Proud to say I bred HHS with my ex partner he is by Glidawn Diamond out of a Grey Macha mare. I was never that gone on him as a colt and he has two capped hocks but nice enough. Bred another one - a full brother called Trendy Glider similar but not as nice as HHS.


----------



## ewf (9 August 2010)

The last place stallion has 1.30m SJ record


----------



## rebel mountain (9 August 2010)

simsar the dapped horse you were talking about wasn't rebel mountain or mountain diamond


----------



## Thursday (9 August 2010)

Was it Prescott Diamond?

http://idhs.ie/index.php/General/prescotts-diamond.html


----------



## Maesfen (9 August 2010)

Thursday said:



			Was it Prescott Diamond?

http://idhs.ie/index.php/General/prescotts-diamond.html

Click to expand...

No, not dappled enough!  It could have been Gurraun Golden Eye if he was entered, certainly that type and that dappled; it certainly looked special when I saw it on the Horsestream, a couple of us on the chat commented on him but he was on the tail end of the first line I think in the placings, would love to know why. http://www.idhba.ie/documents/GurraunGoldenEye.pdf

There's also Kilcotton Cross, http://www.idhba.ie/documents/KillcottonCross.pdf.
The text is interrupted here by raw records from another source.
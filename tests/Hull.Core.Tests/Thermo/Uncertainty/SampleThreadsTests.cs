using Hull.Core.Tests.Generators;
using Hull.Core.Thermo;
using Hull.Core.Thermo.Uncertainty;

namespace Hull.Core.Tests.Thermo.Uncertainty;

/// <summary>
/// The samples' readings do not depend on how many workers drew them: every reading of every sample (vertex flag,
/// energy above hull to the last bit, decomposition, stable set) and every number of the summary are the same on
/// one, two and three threads, over calls that continue one tally (as sampling to a target does), on degenerate
/// five-component data (equal-energy twins, points on planes of others, a correlation group, some errors of zero).
/// </summary>
public sealed class SampleThreadsTests
{
    private static readonly string[] Symbols = ["Li", "Co", "Mn", "Ni", "O"];

    [Theory]
    [InlineData(true)]
    [InlineData(false)]
    public void Every_reading_is_bit_identical_on_one_two_and_three_threads(bool localPrograms)
    {
        (SystemHull plain, EnergyUncertainty[] uncertainties, CorrelationGroup[] groups) = Generated(305);
        SamplingSetup setup = SamplingSetup.Prepare(plain, uncertainties, groups, rebuildAll: false, localPrograms);
        Assert.Equal(localPrograms, setup.Local is not null);
        SampleTally[] tallies = [.. new[] { 1, 2, 3 }.Select(threads =>
        {
            var tally = new SampleTally(setup.EntryPoints.Length);
            tally.Run(setup, 91, 0, 37, threads, CancellationToken.None);
            tally.Run(setup, 91, 37, 29, threads, CancellationToken.None);
            return tally;
        })];

        SampleTally one = tallies[0];
        Assert.Equal(66, one.Count);
        foreach (SampleTally other in tallies[1..])
        {
            for (int s = 0; s < one.Count; s++)
            {
                Assert.Equal(one.StableSet(s), other.StableSet(s));
                for (int e = 0; e < setup.EntryPoints.Length; e++)
                {
                    var a = one.Reading(e, s);
                    var b = other.Reading(e, s);
                    Assert.True(a.IsVertex == b.IsVertex, $"sample {s}, entry {e}: vertex {a.IsVertex} against {b.IsVertex}");
                    Assert.True(BitConverter.DoubleToInt64Bits(a.AboveEvPerAtom) == BitConverter.DoubleToInt64Bits(b.AboveEvPerAtom),
                        $"sample {s}, entry {e}: above {a.AboveEvPerAtom:R} against {b.AboveEvPerAtom:R}");
                    Assert.Equal(a.Products, b.Products);
                }
            }
        }

        // The readings are not all alike, so the comparison above could have failed.
        Assert.Contains(Enumerable.Range(0, setup.EntryPoints.Length), e =>
            Enumerable.Range(0, one.Count).Select(s => one.Reading(e, s).IsVertex).Distinct().Count() == 2);
    }

    [Fact]
    public void The_summary_is_bit_identical_on_one_two_and_three_threads_for_fixed_and_target_plans()
    {
        (SystemHull plain, EnergyUncertainty[] uncertainties, CorrelationGroup[] groups) = Generated(306);
        foreach (SamplingPlan plan in new[] { SamplingPlan.Fixed(120, 5), SamplingPlan.ToTarget(0.05, 6) })
        {
            StabilitySamplingResult one = StabilitySampling.Run(plain, uncertainties, groups, plan, maxThreads: 1);
            foreach (int threads in new[] { 2, 3 })
            {
                AssertSame(one, StabilitySampling.Run(plain, uncertainties, groups, plan, maxThreads: threads));
            }
        }
    }

    private static void AssertSame(StabilitySamplingResult a, StabilitySamplingResult b)
    {
        Assert.Equal(a.SampleCount, b.SampleCount);
        Assert.Equal(a.StopReason, b.StopReason);
        Assert.Equal(a.ProbableStableSet, b.ProbableStableSet);
        Assert.Equal(a.MostFrequentStableSet, b.MostFrequentStableSet);
        Assert.Equal(Bits(a.MostFrequentStableSetProbability), Bits(b.MostFrequentStableSetProbability));
        Assert.Equal(Bits(a.LargestVertexStandardError), Bits(b.LargestVertexStandardError));
        Assert.Equal(Bits(a.MeanPointsRebuilt), Bits(b.MeanPointsRebuilt));
        Assert.Equal(a.Entries.Count, b.Entries.Count);
        for (int k = 0; k < a.Entries.Count; k++)
        {
            EntryStabilityOdds x = a.Entries[k], y = b.Entries[k];
            Assert.Equal(x.EntryId, y.EntryId);
            Assert.Equal(
                new[] { x.VertexProbability, x.VertexProbabilityStandardError, x.MeanEnergyAboveHullEvPerAtom, x.MeanEnergyAboveHullStandardErrorEvPerAtom, x.EnergyAboveHullP05EvPerAtom, x.EnergyAboveHullP95EvPerAtom, x.MostProbableProductsProbability }.Select(Bits),
                new[] { y.VertexProbability, y.VertexProbabilityStandardError, y.MeanEnergyAboveHullEvPerAtom, y.MeanEnergyAboveHullStandardErrorEvPerAtom, y.EnergyAboveHullP05EvPerAtom, y.EnergyAboveHullP95EvPerAtom, y.MostProbableProductsProbability }.Select(Bits));
            Assert.Equal(x.MostProbableProducts, y.MostProbableProducts);
        }
    }

    private static long Bits(double value) => BitConverter.DoubleToInt64Bits(value);

    private static (SystemHull, EnergyUncertainty[], CorrelationGroup[]) Generated(int seed)
    {
        PointSet set = DegenerateDataGenerator.Generate(Symbols.Length, 200, seed);
        PhaseEntry[] entries = set.AsFormationEntries(Symbols, i => $"p{i:000}");
        var uncertainties = entries.Select((e, k) => new EnergyUncertainty(
            e.Id, k % 5 == 0 ? 0.0 : 0.01 * (1 + k % 3), k % 4 == 0 ? "g" : null)).ToArray();
        return (SystemHull.OverElements(entries), uncertainties, [new CorrelationGroup("g", 0.01)]);
    }
}
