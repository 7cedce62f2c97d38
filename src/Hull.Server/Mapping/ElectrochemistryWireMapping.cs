using Hull.Core.Thermo;
using Hull.Core.Thermo.Electrochemistry;
using Hull.Core.Thermo.Reactions;
using Hull.Protos.V1;
using CoreEntryStability = Hull.Core.Thermo.EntryStability;
using CoreProduct = Hull.Core.Thermo.Reactions.ReactionProduct;
using CoreReactionPoint = Hull.Core.Thermo.Reactions.ReactionPoint;
using CoreVoltagePlateau = Hull.Core.Thermo.Electrochemistry.VoltagePlateau;
using CoreVoltageProfile = Hull.Core.Thermo.Electrochemistry.VoltageProfile;

namespace Hull.Server.Mapping;

/// <summary>Open-element hulls, voltage profiles, reaction profiles and ion windows from the science layer to the wire.</summary>
public static class ElectrochemistryWireMapping
{
    public static OpenHullEntry ToOpenHullEntry(CoreEntryStability entry, string formulaAsStored) => new()
    {
        EntryId = entry.Id,
        Formula = formulaAsStored,
        GrandPotentialEvPerClosedAtom = entry.AxisEnergyEvPerAtom,
        FormationEnergyEvPerAtom = WireMapping.FormationOf(entry.FormationEnergyEvPerAtom),
        EnergyAboveHullEvPerClosedAtom = entry.EnergyAboveHullEvPerAtom,
        IsHullVertex = entry.IsHullVertex,
        Decomposition = WireMapping.ToWire(entry.Decomposition),
    };

    public static ProfilePhase ToWire(HullPhase phase) => new()
    {
        PhaseId = phase.Id,
        Formula = phase.Composition.Formula,
        IsElementalReference = phase.IsSynthetic,
    };

    public static Protos.V1.VoltageProfile ToWire(CoreVoltageProfile profile)
    {
        var wire = new Protos.V1.VoltageProfile
        {
            Ion = profile.Ion,
            ChargeNumber = profile.ChargeNumber,
            HostFormula = profile.Host.Formula,
            FullyInsertedFormula = profile.FullyInserted.Formula,
            ChemicalSystem = profile.ChemicalSystem,
            AverageVoltsAgainstMetal = profile.AverageVoltsAgainstMetal,
            IonsPerHostInserted = profile.IonsPerHostInserted,
            CapacityPerHostMassMahPerG = profile.CapacityPerHostMassMilliampHoursPerGram,
            CapacityPerInsertedMassMahPerG = profile.CapacityPerInsertedMassMilliampHoursPerGram,
            EnergyDensityPerHostMassWhPerKg = profile.EnergyDensityPerHostMassWattHoursPerKilogram,
            EnergyDensityPerInsertedMassWhPerKg = profile.EnergyDensityPerInsertedMassWattHoursPerKilogram,
            EndsAtIonMetal = profile.EndsAtIonMetal,
            Caveat = profile.Caveat,
        };
        foreach (CoreVoltagePlateau p in profile.Plateaus)
        {
            var plateau = new Protos.V1.VoltagePlateau
            {
                IonsPerHostFrom = p.IonsPerHostFrom,
                IonsPerHostTo = p.IonsPerHostTo,
                VoltsAgainstMetal = p.VoltsAgainstMetal,
                IonChemicalPotentialEvPerAtom = p.IonChemicalPotentialEvPerAtom,
                IsConversion = p.IsConversion,
            };
            plateau.Phases.AddRange(p.Phases.Select(q => ToWire(q.Phase)));
            wire.Plateaus.Add(plateau);
        }

        return wire;
    }

    public static Reactant ToReactant(CoreEntryStability reactant, string formulaAsStored) => new()
    {
        EntryId = reactant.Id,
        Formula = formulaAsStored,
        EnergyAboveHullEvPerAtom = reactant.EnergyAboveHullEvPerAtom,
        IsHullVertex = reactant.IsHullVertex,
    };

    public static Protos.V1.ReactionPoint ToWire(CoreReactionPoint point)
    {
        var wire = new Protos.V1.ReactionPoint
        {
            AtomFractionOfFirst = point.AtomFractionOfFirst.ToDouble(),
            AtomFractionExact = point.AtomFractionOfFirst.ToString(),
            FormulaUnitFractionOfFirst = point.FormulaUnitFractionOfFirst,
            ReactionEnergyEvPerAtom = point.ReactionEnergyEvPerAtom,
            ReactionEnergyEvPerFormulaUnit = point.ReactionEnergyEvPerFormulaUnit,
        };
        foreach (CoreProduct product in point.Products)
        {
            wire.Products.Add(new Protos.V1.ReactionProduct
            {
                Phase = ToWire(product.Phase),
                FormulaUnitsPerMixtureAtom = product.FormulaUnitsPerMixtureAtom.ToDouble(),
                FormulaUnitsExact = product.FormulaUnitsPerMixtureAtom.ToString(),
            });
        }

        return wire;
    }

    public static GetElectrochemicalWindowResponse ToWire(IonStabilityWindow window, string formulaAsStored, string system)
    {
        var wire = new GetElectrochemicalWindowResponse
        {
            ChemicalSystem = system,
            EntryId = window.Phase.Id,
            Formula = formulaAsStored,
            Ion = window.Ion,
            ChargeNumber = window.ChargeNumber,
            Exists = window.Exists,
            EnergyAboveHullEvPerAtom = window.Phase.EnergyAboveHullEvPerAtom,
            Caveat = window.Caveat,
        };
        if (window.ReductionLimitVolts is double low) wire.ReductionLimitVolts = low;
        if (window.HighestIonPotentialEvPerAtom is double highest) wire.HighestIonPotentialEvPerAtom = highest;
        if (window.OxidationLimitVolts is double high) wire.OxidationLimitVolts = high;
        if (window.LowestIonPotentialEvPerAtom is double lowest) wire.LowestIonPotentialEvPerAtom = lowest;
        if (window.ReductionProducts is { } reduced) wire.ReductionProducts = WireMapping.ToWire(reduced);
        if (window.OxidationProducts is { } oxidised) wire.OxidationProducts = WireMapping.ToWire(oxidised);
        return wire;
    }
}
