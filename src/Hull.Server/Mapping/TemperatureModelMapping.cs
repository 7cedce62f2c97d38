using Hull.Core.Chemistry;
using Hull.Core.Thermo;
using Hull.Core.Thermo.Solids;
using Hull.Server.Errors;
using Hull.Store;
using WireAnchor = Hull.Protos.V1.FreeEnergyAnchor;
using WireModel = Hull.Protos.V1.SolidTemperatureModel;

namespace Hull.Server.Mapping;

/// <summary>
/// Translations of an entry's temperature model between the wire, Core's <see cref="SolidTemperatureModel"/> and the
/// store's <see cref="StoredTemperatureModel"/>. Core decides what a valid model is; the store keeps Core's tokens.
/// </summary>
public static class TemperatureModelMapping
{
    /// <summary>The wire's anchor as Core's; false for UNSPECIFIED or a number the contract does not define.</summary>
    public static bool TryFromWire(WireAnchor anchor, out FreeEnergyAnchor mapped)
    {
        switch (anchor)
        {
            case WireAnchor.Computed0K: mapped = FreeEnergyAnchor.Computed0K; return true;
            case WireAnchor.Fitted298K: mapped = FreeEnergyAnchor.Fitted298K; return true;
            default: mapped = default; return false;
        }
    }

    public static WireAnchor ToWire(FreeEnergyAnchor anchor) => anchor switch
    {
        FreeEnergyAnchor.Computed0K => WireAnchor.Computed0K,
        FreeEnergyAnchor.Fitted298K => WireAnchor.Fitted298K,
        _ => throw new ArgumentOutOfRangeException(nameof(anchor), anchor, "not a defined free-energy anchor"),
    };

    /// <summary>
    /// Checks a wire model against its entry's composition through Core and gives the row to store, or the field
    /// (relative to the model, e.g. "free_energy_table.points") and what is wrong with it.
    /// </summary>
    public static bool TryFromWire(WireModel model, string entryId, Composition entryComposition,
        out StoredTemperatureModel? stored, out (string Field, string Problem) fault)
    {
        stored = null;
        fault = default;
        if (model.Formula.Length > 0 && !Composition.TryParse(model.Formula, out _, out FormulaParseException? parseError))
        {
            fault = ("formula", $"the temperature model's formula does not parse: {parseError.Message}");
            return false;
        }

        SolidTemperatureModel core;
        string valueField = string.Empty;
        try
        {
            switch (model.KindCase)
            {
                case WireModel.KindOneofCase.StandardEntropyJPerMolK:
                    valueField = "standard_entropy_j_per_mol_k";
                    core = new StandardEntropyModel(model.StandardEntropyJPerMolK, model.Formula);
                    break;
                case WireModel.KindOneofCase.FreeEnergyTable:
                    if (!TryFromWire(model.FreeEnergyTable.Anchor, out FreeEnergyAnchor anchor))
                    {
                        fault = ("free_energy_table.anchor", AnchorProblem(model.FreeEnergyTable.Anchor));
                        return false;
                    }

                    valueField = "free_energy_table.points";
                    core = new FreeEnergyTableModel(anchor,
                        model.FreeEnergyTable.Points.Select(p => new FreeEnergyPoint(p.TemperatureK, p.ThermalFreeEnergyEv)), model.Formula);
                    break;
                default:
                    fault = (string.Empty, "the temperature model has neither a standard entropy nor a free-energy table; give one, or leave the model out");
                    return false;
            }
        }
        catch (ThermoInputException e)
        {
            fault = (valueField, e.Message);
            return false;
        }

        try
        {
            core.CheckFormulaOf(entryId, entryComposition);
        }
        catch (ThermoInputException e)
        {
            fault = ("formula", e.Message);
            return false;
        }

        stored = ToStored(core, model.Formula);
        return true;
    }

    public static string AnchorProblem(WireAnchor anchor) => anchor == WireAnchor.Unspecified
        ? "the free-energy table's anchor is not given; say whether the entry's energy is a computed energy at 0 K (FREE_ENERGY_ANCHOR_COMPUTED_0K) or stands for H°(298.15 K) (FREE_ENERGY_ANCHOR_FITTED_298K)"
        : $"{(int)anchor} is not a defined free-energy anchor";

    /// <summary>The store's row of a Core model; the formula text is kept as given.</summary>
    public static StoredTemperatureModel ToStored(SolidTemperatureModel model, string formulaAsGiven) => model switch
    {
        StandardEntropyModel entropy => StoredTemperatureModel.StandardEntropy(entropy.EntropyJPerMolK, formulaAsGiven),
        FreeEnergyTableModel table => StoredTemperatureModel.FreeEnergyTable(FreeEnergyAnchorTokens.ToToken(table.Anchor),
            table.Points.Select(p => new StoredFreeEnergyPoint(p.TemperatureK, p.ThermalFreeEnergyEvPerFormulaUnit)), formulaAsGiven),
        _ => throw new ArgumentOutOfRangeException(nameof(model), model, "not a known temperature model"),
    };

    /// <summary>
    /// Core's model of a stored row. The server checked it before it was stored, so a model Core refuses is a fault
    /// of the file, not of the caller.
    /// </summary>
    /// <exception cref="InvalidDataException">When the stored model cannot be read.</exception>
    public static SolidTemperatureModel ToCore(string entryId, StoredTemperatureModel stored)
    {
        try
        {
            if (stored.StandardEntropyJPerMolK is double entropy) return new StandardEntropyModel(entropy, stored.Formula);
            if (!FreeEnergyAnchorTokens.TryParse(stored.FreeEnergyAnchor, out FreeEnergyAnchor anchor))
            {
                throw new InvalidDataException($"stored entry '{entryId}' has the unknown free-energy anchor '{stored.FreeEnergyAnchor}'");
            }

            return new FreeEnergyTableModel(anchor,
                stored.FreeEnergyPoints.Select(p => new FreeEnergyPoint(p.TemperatureK, p.ThermalFreeEnergyEv)), stored.Formula);
        }
        catch (ThermoInputException e)
        {
            throw new InvalidDataException($"stored entry '{entryId}' has a temperature model the service cannot read: {e.Message}", e);
        }
    }

    public static WireModel ToWire(StoredTemperatureModel stored)
    {
        var wire = new WireModel { Formula = stored.Formula };
        if (stored.StandardEntropyJPerMolK is double entropy)
        {
            wire.StandardEntropyJPerMolK = entropy;
            return wire;
        }

        var table = new Protos.V1.FreeEnergyTable
        {
            Anchor = FreeEnergyAnchorTokens.TryParse(stored.FreeEnergyAnchor, out FreeEnergyAnchor anchor)
                ? ToWire(anchor)
                : throw new InvalidDataException($"a stored temperature model has the unknown free-energy anchor '{stored.FreeEnergyAnchor}'"),
        };
        table.Points.AddRange(stored.FreeEnergyPoints.Select(p => new Protos.V1.FreeEnergyPoint
        {
            TemperatureK = p.TemperatureK,
            ThermalFreeEnergyEv = p.ThermalFreeEnergyEv,
        }));
        wire.FreeEnergyTable = table;
        return wire;
    }
}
Difficult when you don't know the number or what was present there and just going by dapples when you didn't get good looks at any of them..


----------



## JenHunt (9 August 2010)

Maesfen said:



			But what a feast for sore eyes that book is, thanks for that, taken me ages to have a look through.
.
		
Click to expand...

ditto! really enjoyed that, thanks Simsar!


----------



## Simsar (9 August 2010)

Irishlife said:



			Proud to say I bred HHS with my ex partner he is by Glidawn Diamond out of a Grey Macha mare. I was never that gone on him as a colt and he has two capped hocks but nice enough. Bred another one - a full brother called Trendy Glider similar but not as nice as HHS.
		
Click to expand...

Oh WOW!  Fantastic, that's good to know. xxxxx  You should be very Proud.


----------



## Simsar (9 August 2010)

jenhunt said:



			ditto! really enjoyed that, thanks Simsar!
		
Click to expand...

Your welcome.x


----------



## Simsar (9 August 2010)

rebel mountain said:



			simsar the dapped horse you were talking about wasn't rebel mountain or mountain diamond
		
Click to expand...

Is there any photo's of these boy's??


----------



## DriftDiamond (10 August 2010)

Dappled Grey may have been Cappa Cochise? Or possibly Gortfree Casanova?


----------



## Maesfen (10 August 2010)

No, not Cappa Cochise, he was placed, the dapple I'm after wasn't.  Do you mean Gortfree Casanova or Cappa Casanova as CC was placed too, a great achievement for the stud I think to have two in the top five.


----------



## buzzles (10 August 2010)

Here's a link to photos of the ID stallions at Dublin. http://www.hoofprints.ie/
Scroll down on the right to find the RDS Irish Draught Stallion gallery.


----------



## Simsar (10 August 2010)

buzzles said:



			Here's a link to photos of the ID stallions at Dublin. http://www.hoofprints.ie/
Scroll down on the right to find the RDS Irish Draught Stallion gallery.
		
Click to expand...

OMG you super star!  MFH will be pleased thank you so much.  lets see which dappled it is now, MFH wake up!


----------



## buzzles (10 August 2010)

No probs, have a catalogue here somewhere so if you can read the no. I can get details.


----------



## Simsar (10 August 2010)

Can't zoom in enought to see numbers.


----------



## buzzles (10 August 2010)

I didn't actually get to see the class, just parade the day before.  Can tell you HOOF0227 an HOOF0228 are Rebel mountain if thats any use!


----------



## Maesfen (11 August 2010)

buzzles said:



			I didn't actually get to see the class, just parade the day before.  Can tell you HOOF0227 an HOOF0228 are Rebel mountain if thats any use!
		
Click to expand...

Thanks for that, you're a star.  Now if I could just see if his tail was plaited I might have found my boy although I'm not sure if those shown are just the prize winners as there were a lot more in the class than shown on that gallery.


----------



## Simsar (11 August 2010)

MFH why don't you/we contact HB and get them to send you a copy on a disc, if they can stream it live surely they can record it?  We were nice to them on the day.


----------



## LeeLoo (12 August 2010)

I was there for the stallion Parade heres Gortfree Hero


----------



## spaniel (12 August 2010)

A big thank you for the post containing the stud book link!!  I knew we had a few half brothers and sisters but its one heck of a dynasty!


----------



## lilythepink (16 August 2010)

LeeLoo said:



			I was there for the stallion Parade heres Gortfree Hero






Click to expand...

Thanks, great pic, he is massive, hope my boy doesn't fill out that much


----------



## LeeLoo (18 August 2010)

Gortfree Heros owner said that he was a tall scrawnt yearling but just over the years grew into a giant that he is today...grade a showjumper too! He stood out a mile I thought...he had the biggest crest on his neck!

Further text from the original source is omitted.